Course Outline for Series Calculus and Linear Algebra

Prerequisite Course (s):
A grade of "C" or better in MTH 252 or equivalent

Required Text(s):
Stewart, Calculus: Concepts and Contexts, 3^rd Edition, 2005, Thomson
TenEyck and Ferguson, Linear Algebra Packet

Other Requirements:
Graphing calculator. TI-86, TI-89, or TI-92 recommended

Course Description:
Combines topics from linear algebra and infinite series. Includes geometric, Taylor and
Fourier Series work with applications; and systems applications using matrices and
determinants.

Performance Based Learner Outcomes:
Upon successful completion of the course, students should be able to:

1. Create mathematical models of abstract and real world situations using geometric,
power , Taylor and Fourier series, and situations involving linear systems using matrices
and determinants.
2. Use inductive reasoning to develop mathematical conjectures involving infinite series
models and linear systems modeled with matrices.

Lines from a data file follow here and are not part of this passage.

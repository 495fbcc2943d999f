import { lazy, Suspense, useEffect, useState } from "react";
import type { DeskOptions } from "../live/desk.ts";
import "katex/dist/katex.min.css";
import "../sheet.css";
import { SheetPreface } from "./sheet-preface.tsx";

export interface SheetPageProps extends DeskOptions {
  readonly title: string;
  /** Said on the page of one who may try but not keep: a way to sign in, or "". */
  readonly signIn: string;
  readonly nonce: string;
}

const Sheet = lazy(() => import("./sheet.tsx"));

/**
 * The sheet of one paper. The server sends the text in plain setting, so that it can be read before the live sheet is
 * here; the page then lays the live sheet over it.
 */
export function SheetPage(props: SheetPageProps) {
  const [here, setHere] = useState(false);
  useEffect(() => setHere(true), []);
  const preface = <SheetPreface title={props.title} text={props.first.text} />;
  if (!here) return <div className="hl-sheet">{preface}</div>;
  return (
    <Suspense fallback={<div className="hl-sheet">{preface}</div>}>
      <Sheet key={props.paperId} {...props} />
    </Suspense>
  );
}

Use deductive reasoning to verify
and apply mathematical arguments involving these models.
3. Use mathematical problem solving techniques involving infinite series and linear
systems using matrices.
4. Make mathematical connections and solve problems from other disciplines involving
infinite series and linear systems using matrices.
5. Use oral and written skills to individually and collaboratively communicate about
infinite series and their behavior, and about linear systems using matrices and
determinants.
6. Use appropriate technology to enhance mathematical thinking and understanding, to
solve mathematical problems involving infinite series models and to solve problems
involving linear systems using matrices and determinants.
7. Do project that encourage independent, nontrivial exploration of infinite series and
linear systems application and models.

Course Content:

I. Number Sense
A. Determine subsequent values of a given sequence according to apparent pattern
B. Write symbolic model (general nth term) of series given numeric data
C. Predict convergence of series given numeric data
D. Evaluate determinants of matrices

II. Symbolism
A. Given the general term of sequence or series, write numeric list or sum of series
B. Evaluate sums of series symbolically
C. Test for convergence of series symbolically
D. Write the Taylor series approximations for given functions
E. Given symbolic form of a square wave , write its Fourier series approximation
F. Use Taylor series approximations of functions in differentiation , integration, and
evaluation of limits of function
G. Apply the algebra of matrices , including scalar and matrix multiplication , matrix
addition, transposition, evaluation of determinants and determination of eigenvalues
and eigenvectors

III. Problem Solving
A. Use graph analysis to predict convergence of series
B. Solve problems modeled by geometric series
C. Use graph analysis to solve linear systems of equations in R ²
D. Use inductive and deductive reasoning to generalize solutions in R² to linear systems
in Rⁿ
E. Create graphical interpretation of solution of linear systems in R³
F. Solve a variety of problems in linear algebra including linear programming,
difference equations and Markov chain applications

IV. Technology
A. Use calculator or CAS programs to sum series
B. Use calculator or CAS to predict convergence of sequences and series
C. Use CAS to evaluate and graph Fourier approximation of a wave
D. Solve equations using appropriate technology
E. Use graphing calculator or CAS to determine the solutions of systems of linear
equations, and interpret and investigate the characteristics of solutions, individually
and in groups.

V. Communication
A. Express interpretations of local and global behavior of a series in written and oral
form
B. Express interpretations of solutions of linear systems in written and oral form
C. Explain the reasoning used to arrive at a mathematical conclusion
D. Read, write, hear and speak mathematical ideas, individually and in groups

Course Content Outline:

I. Infinite Series
A. Sequence and series patterns
B. Tests for Convergence (including n^th term, ratio, comparison, and integral)
C. Geometric Series
D. Binomial Series
E. Taylor Series
F. Fourier Series
G. Applications of infinite series
H. Error analysis

II. Systems of Linear Equations
A. Row Reduction and Echelon Forms
B. Vector Equations
C. Matrix Equations
D. Solution Sets
E. Linear Independence
F. Linear Transformations

III. Matrix Algebra
A. Matrix Operations
B. Inverses and Their Characteristics
C. Subspaces of Rⁿ

IV. Determinants

V. Vector Spaces
A. Dimensions
B. Nullspace
C. Bases
D. Coordinate Systems
E. Rank

VI. Eigenvalues and Eigenvectors
A. Characteristic Equation
B. Diagonalization
C. Linear Transformations